A drab Autumn Statement on November 22, with little in the way of giveaways, is set to dismay impatient Tories crying out for something to sell on the doorstep.

“He’s the new Eeyore,” said one Conservative. “And a lot of us are getting sick of his doom and gloom.”

Chatter is still persistent that someone a little more upbeat will be needed in No11 to face the voters next year.

While No 10 remains chipper, the mood in the ministerial ranks is rather less so this weekend, especially as hopes that polls were tightening after the net zero brake-slamming appear to have been snuffed out.

“Across every single age and demographic we are now behind,” laments one minister, “The scale and depth of our unpopularity is something to behold.”

Hopes of holding on to the Mid-Bedfordshire by-election next Thursday have evaporated as the Lib Dems pull off from attacking Labour and go for Tory votes.

It would be the biggest ever majority overturned if Labour won the seat, with the Tamworth by-election also already being chalked up as a heavy loss for the Government that day.

Some MPs are clinging to the hope that hostility on the doorstep is not as hostile as the polls would suggest.

‘Man of change’ Sunak

But arguably what some are finding is worse — “If anything it’s a bit sympathetic,” one said.
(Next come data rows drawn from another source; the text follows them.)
describe("carrier offset: the ensemble on one colour of a two-colour scheme", () => {
  // Relation checked here: in a frame rotating at Δ relative to the one where the spin precesses
  // at Ω_L, its Hamiltonian sħΩ_L b†b becomes (sΩ_L − Δ)ħ b†b (rotating-frame transformation
  // H → H − ħΔ b†b; e.g. Gardiner & Zoller, Quantum Noise (2004), interaction picture; from memory),
  // so the light's frame sees the signed frequency ω_f = sΩ_L − Δ, and χ_s = ω_f/(ω_f² + γ²/4 − Ω² − iγΩ).
  const omegaL = 2 * Math.PI * 1e6;

  it("a zero offset reproduces the model without one, bit for bit (matrices and budget)", () => {
    for (const orientation of ["positive-mass", "negative-mass"]) {
      const spin = { ...BASE_SPIN, orientation, readoutRate: "3 kHz" };
      const without = assemble(loadSetup(spinSetup(spin, "2 kHz"))).model;
      const withZero = assemble(loadSetup(spinSetup({ ...spin, carrierOffset: "0 Hz" }, "2 kHz"))).model;
      for (const key of ["A", "B", "C", "D", "N", "signalB", "signalD"] as const) expect(withZero[key], `${orientation} ${key}`).toEqual(without[key]);
      const grid = { from: 9e5, to: 1.1e6, points: 51 };
      const a = evaluateSetup(loadSetup(spinSetup(spin, "2 kHz")), grid).budget;
      const b = evaluateSetup(loadSetup(spinSetup({ ...spin, carrierOffset: "0 Hz" }, "2 kHz")), grid).budget;
      expect(b.total).toEqual(a.total);
    }
  });

  it("the spin rotates at ω_f = sΩ_L − Δ in the light's frame, for either orientation and sign of offset", () => {
    for (const [orientation, s] of [
      ["positive-mass", 1],
      ["negative-mass", -1],
    ] as const) {
      for (const offset of [-2.5e5, 1.5e4, 7e5, 1.3e6]) {
        const { a } = spinBlock(spinModel({ ...BASE_SPIN, orientation, carrierOffset: `${offset} Hz` }));
        const expected = s * omegaL - 2 * Math.PI * offset;
        expect(Math.abs(a[0][1] / expected - 1), `${orientation}, Δ/2π = ${offset} Hz`).toBeLessThan(1e-14);
        expect(Math.abs(-a[1][0] / expected - 1), `${orientation}, Δ/2π = ${offset} Hz`).toBeLessThan(1e-14);
      }
    }
  });

  it("an offset of twice the Larmor frequency turns a positive-mass ensemble into the negative-mass one, bit for bit", () => {
    // ω_f = Ω_L − 2Ω_L = −Ω_L: the relation's consequence, exact in floating point.
    const shifted = spinModel({ ...BASE_SPIN, orientation: "positive-mass", carrierOffset: "2 MHz" });
    const negative = spinModel({ ...BASE_SPIN, orientation: "negative-mass" });
    expect(shifted.A).toEqual(negative.A);
  });

  it("the response in the light's frame is χ_s = ω_f/(ω_f² + γ²/4 − Ω² − iγΩ) (mathjs inverse as reference)", async () => {
    const math = await loadMathjs();
    const gamma = 2 * Math.PI * 100;
    const offset = 9.2e5; // Hz: ω_f/2π = 80 kHz for the positive orientation
    const { a } = spinBlock(spinModel({ ...BASE_SPIN, orientation: "positive-mass", carrierOffset: `${offset} Hz` }));
    const wf = omegaL - 2 * Math.PI * offset;
    for (const f of [2e4, 7.99e4, 8e4, 8.01e4, 3e5]) {
      const w = 2 * Math.PI * f;
      const m = math.matrix([
        [math.complex(-a[0][0], -w), math.complex(-a[0][1], 0)],
        [math.complex(-a[1][0], 0), math.complex(-a[1][1], -w)],
      ]);
      const got = (math.inv(m) as MathMatrix).get([0, 1]) as MathComplex;
      const expected = math.divide(wf, math.complex(wf ** 2 + gamma ** 2 / 4 - w ** 2, -gamma * w)) as MathComplex;
      const scale = math.abs(expected) as unknown as number;
      expect(math.abs(math.subtract(got, expected) as MathComplex) as unknown as number, `at ${f} Hz`).toBeLessThan(1e-9 * scale);
    }
  });
});

describe("bad spin-ensemble input names the field, the value and what is allowed", () => {
  const problem = (params: Params): QuietframeError => {
    try {
      loadSetup(spinSetup(params));
    } catch (e) {
      if (e instanceof QuietframeError) return e;
      if (e instanceof QuietframeErrors && e.problems.length === 1) return e.problems[0];
      throw e;
    }
    throw new Error("expected a QuietframeError");
  };

  it("a spin that is not a half-integer", () => {
    const e = problem({ ...BASE_SPIN, spin: 1.3 });
    expect(e.path).toBe("components.spin.spin");
    expect(e.value).toBe(1.3);
    expect(e.allowed).toContain("0.5, 1, 1.5");
  });

  it("both or neither of polarization and occupation", () => {
    expect(problem({ ...BASE_SPIN, occupation: 0.1 }).message).toContain("both polarization and occupation");
    const { polarization: _, ...rest } = BASE_SPIN;
    const e = problem(rest);
    expect(e.path).toBe("components.spin.polarization");
    expect(e.message).toContain("neither polarization nor occupation");
  });

  it("polarization out of range", () => {
    const e = problem({ ...BASE_SPIN, polarization: 0 });
    expect(e.path).toBe("components.spin.polarization");
    expect(e.allowed).toBe("0 % < polarization ≤ 100 %");
  });

  it("field without gyromagnetic ratio, and field together with larmorFrequency", () => {
    const { larmorFrequency: _, ...rest } = BASE_SPIN;
    const e = problem({ ...rest, field: "100 uT" });
    expect(e.path).toBe("components.spin.gyromagneticRatio");
    const both = problem({ ...BASE_SPIN, field: "100 uT", gyromagneticRatio: "3.5 GHz/T" });
    expect(both.path).toBe("components.spin.larmorFrequency");
    expect(both.value).toBe("1 MHz");
    expect(both.message).toContain("both larmorFrequency and field");
  });

  it("linewidth and t2 together", () => {
    const e = problem({ ...BASE_SPIN, t2: "1 ms" });
    expect(e.path).toBe("components.spin.linewidth");
    expect(e.value).toBe("100 Hz");
  });

  it("too few atoms for the linearized (Holstein–Primakoff) picture", () => {
    const e = problem({ ...BASE_SPIN, atoms: 100, readoutRate: "1 kHz" });
    expect(e.path).toBe("components.spin.atoms");
    expect(e.value).toBe(100);
    expect(e.message).toContain("too small for the linearized spin model");
    expect(e.allowed).toMatch(/^atoms ≥ \d+/);
  });

  it("an unknown orientation", () => {
    const e = problem({ ...BASE_SPIN, orientation: "negative" });
    expect(e.path).toBe("components.spin.orientation");
    expect(e.allowed).toBe('"positive-mass" or "negative-mass"');
  });
});

describe("safety", () => {
  it("cautions about static fields of 0.5 mT and more and defers to local rules", () => {
    const { larmorFrequency: _, ...rest } = BASE_SPIN;
    const strong = evaluateSetup(loadSetup(spinSetup({ ...rest, field: "2 mT", gyromagneticRatio: "500 MHz/T" }, "100 Hz")), { from: 9e5, to: 1.1e6, points: 3 });
    expect(strong.cautions.join(" ")).toMatch(/magnetic field.*implanted.*safety rules/);
    const weak = evaluateSetup(loadSetup(spinSetup({ ...rest, field: "100 uT", gyromagneticRatio: "10 GHz/T" }, "100 Hz")), { from: 9e5, to: 1.1e6, points: 3 });
    // No field caution; the body at 0 K and the 1 W the probe's rate implies keep theirs.
    expect(weak.cautions.filter((c) => c.startsWith("'spin'"))).toEqual([]);
    expect(weak.cautions.map((c) => c.slice(0, c.indexOf("'", 1) + 1))).toEqual(["'body'", "'probe'"]);
  });
});
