def optimize(receiver, vary: dict, objective="snr", constraints: dict | None = None,
             grid_points: int = 2000, trade_points: int = 41, design_limits: bool = True,
             flat_tolerance: float = 0.01) -> OptimizationResult:
    """Find the design that optimises ``objective`` subject to ``constraints``.

    Parameters
    ----------
    receiver : Receiver
        Starting design; parameters not in ``vary`` are held.
    vary : dict
        ``{parameter: (low, high)}`` in SI units, e.g. ``{"reverse_bias": (0, 20),
        "rf": (1e3, 1e5), "cf": (0.05e-12, 2e-12)}``. Names as in
        :func:`~photorx.analysis.sweep.sweep`.
    objective : str or callable
        A figure of :class:`~photorx.analysis.receiver.ReceiverResult` (``"snr"``,
        ``"nep"``, ``"sensitivity_dbm"``...; known figures have a direction, others take
        a ``"max:"`` or ``"min:"`` prefix), or a callable mapping the result table
        (pandas DataFrame) to an array to minimise.
    constraints : dict, optional
        ``{figure: (">=", limit)}`` or ``{figure: {"min": a, "max": b}}``, e.g.
        ``{"bandwidth": (">=", 1e9), "phase_margin": (">=", 60.0), "dark_current":
        ("<=", 1e-9)}``. A bias limit is a bound in ``vary``. Unstable loops are always
        infeasible.
    grid_points : int
        Approximate size of the coarse vectorised grid.
    trade_points : int
        Points of the trade curve against reverse bias.
    design_limits : bool
        Honour every limit the design sets (default): ``max_bias`` and the breakdown
        estimate bound the reverse bias; the other limits of ``receiver.checks()`` (phase
        margin, peaking, overshoot, output swing, dark current, bias power, bandwidth for
        the bit rate) are constraints, listed with source ``"design limit"``.
    flat_tolerance : float
        Relative tolerance of the flatness test: when a feasible design with at least 10 %
        less reverse bias comes within it of the optimum, the result is ``flat`` and
        names the lowest-bias such design (a designer prefers the least bias for the same
        result). 0 disables the test.

    Returns
    -------
    OptimizationResult
    """
    if not vary:
        raise DesignError("optimize needs at least one parameter to vary, e.g. vary={'reverse_bias': (0, 20)}",
                          parameter="vary")
    for name in vary:
        resolve_parameter(receiver, name)
    obj_name, sign = _objective_direction(objective)
    cons = _parse_constraints(constraints)
    notes = []
    if design_limits:
        vary, design_cons, notes = _design_limits(receiver, vary)
        cons += design_cons
    space = _Space(vary)

    def table(values: dict) -> pd.DataFrame:
        return with_parameters(receiver, **values).evaluate().to_frame()

    def scores(frame: pd.DataFrame):
        obj = np.asarray(objective(frame) if callable(objective) else frame[_column(frame, obj_name)],
                         dtype=float) * (1.0 if callable(objective) else sign)
        viol = np.zeros(len(frame))
        for c in cons:
            value, limit = _constraint_values(frame, c)
            scale = np.where(limit != 0, np.abs(limit), 1.0)
            with np.errstate(invalid="ignore"):
                slack = (value - limit) / scale if c["relation"] == ">=" else (limit - value) / scale
            # a limit at infinity (no breakdown estimate) holds, and so does an infinite
            # value on the right side (no phase crossover: gain margin >= 6 dB); a missing
            # value (NaN) does not
            slack = np.where(np.isinf(limit) & ~np.isnan(value), 1.0, slack)
            viol += np.where(np.isnan(slack), 1e3, np.minimum(np.clip(-slack, 0, None), 1e3))
        viol += np.where(frame["stable"].to_numpy(dtype=bool), 0.0, 1e3)
        obj = np.where(np.isfinite(obj), obj, np.inf)
        return obj, viol

    # Stage 1: coarse vectorised grid.
    n_axis = max(3, int(round(grid_points ** (1.0 / len(space.names)))))
    unit_axes = {n: np.linspace(0, 1, n_axis) for n in space.names}
    pts = grid(**unit_axes)
    u_grid = np.column_stack([pts[n] for n in space.names])
    values_grid = space.to_values(u_grid)
    frame = table({n: values_grid[:, i] for i, n in enumerate(space.names)})
    obj, viol = scores(frame)
    evaluations = len(frame)
    feasible = viol <= 0
    if np.any(feasible):
        start = int(np.argmin(np.where(feasible, obj, np.inf)))
    else:
        start = int(np.argmin(viol))

    # Stage 2: local refinement with COBYLA on the unit cube.
    cache: dict[tuple, tuple[float, float, np.ndarray]] = {}

    def point(u):
        key = tuple(np.round(np.clip(u, 0, 1), 12))
        if key not in cache:
            vals = space.to_values(np.asarray(key))
            f = table({n: float(vals[i]) for i, n in enumerate(space.names)})
            o, v = scores(f)
            cache[key] = (float(o[0]), float(v[0]))
        return cache[key]

    scale = abs(obj[start]) if np.isfinite(obj[start]) and obj[start] != 0 else 1.0
    res = _sopt.minimize(
        lambda u: point(u)[0] / scale + 1e3 * point(u)[1],
        u_grid[start], method="COBYLA",
        constraints=[{"type": "ineq", "fun": lambda u: -point(u)[1]}],
        bounds=[(0.0, 1.0)] * len(space.names),
        options={"rhobeg": 0.5 / (n_axis - 1), "maxiter": 200, "tol": 1e-6},
    )
    evaluations += len(cache)
    u_best = np.clip(res.x, 0, 1)
    o_best, v_best = point(u_best)
    o_start, v_start = float(obj[start]), float(viol[start])
    if (v_start <= 0 and (v_best > 0 or o_start < o_best)) or (v_start > 0 and v_start < v_best):
        u_best, o_best, v_best = u_grid[start], o_start, v_start  # the refinement did not improve
    best_values = {n: float(v) for n, v in zip(space.names, space.to_values(u_best))}
    best_rx = with_parameters(receiver, **best_values)
    best_result = best_rx.evaluate()
    best_frame = best_result.to_frame()

    rows = []
    for c in cons:
        value, limit = (float(x[0]) for x in _constraint_values(best_frame, c))
        with np.errstate(invalid="ignore"):
            slack = value - limit if c["relation"] == ">=" else limit - value
        tol = 0.01 * (abs(limit) if limit and np.isfinite(limit) else 1.0)
        rows.append(dict(figure=c["figure"], relation=c["relation"], limit=limit, value=value,
                         slack=slack, satisfied=bool(slack >= -tol) or bool(np.isinf(limit)),
                         active=bool(abs(slack) <= tol), source=c["source"]))
    cons_frame = pd.DataFrame(rows, columns=["figure", "relation", "limit", "value", "slack",
                                             "satisfied", "active", "source"])

    value = (float(best_frame[_column(best_frame, obj_name)].iloc[0]) if not callable(objective)
             else o_best)
    flat = None
    if (flat_tolerance > 0 and not callable(objective) and "reverse_bias" in space.names
            and v_best <= 0):
        flat = _least_bias(best_rx, best_values, vary["reverse_bias"][0], value, sign,
                           flat_tolerance, scores)
        evaluations += _FLAT_POINTS
    trade = _trade_curve(best_rx, vary, trade_points, obj_name if not callable(objective) else None,
                         [c["figure"] for c in cons])
    return OptimizationResult(
        receiver=best_rx, result=best_result,
        objective=f"{'max' if sign < 0 else 'min'} {obj_name}",
        value=value, parameters=best_values, constraints=cons_frame, trade_curve=trade,
        success=bool(v_best <= 0), message=str(res.message), evaluations=evaluations,
        flat=flat is not None, flat_tolerance=float(flat_tolerance),
        low_bias_parameters=None if flat is None else flat[0],
        low_bias_value=None if flat is None else flat[1], notes=tuple(notes),
    )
The last thing anyone hoping to win wants to be is the pity party.

Yet No 10 insiders hit back, insisting their new approach of casting Sunak as the man of change started well before party conference, and will continue long after — “But it’s going to take time to bear fruit.”

And they are delighted with two key concessions from Starmer in Liverpool.

Firstly, that his overhaul of investment in the UK will mean more borrowing, and secondly that he would scrap the Rwanda plan even if it was working.

“We’re going to spend the next few weeks bashing them round the head on two issues — borrowing and borders,” says a No 10 source.

A lot rests on any hope of getting a plane off to Rwanda in the run-up to next year’s election — with the Supreme Court verdict due back next month.

Privately, Home Secretary Suella Braverman is far more sceptical of a win than No 10 — the natural caution of a lawyer, says one ally — but a lot is banking on a “wheels up” moment to turn things around.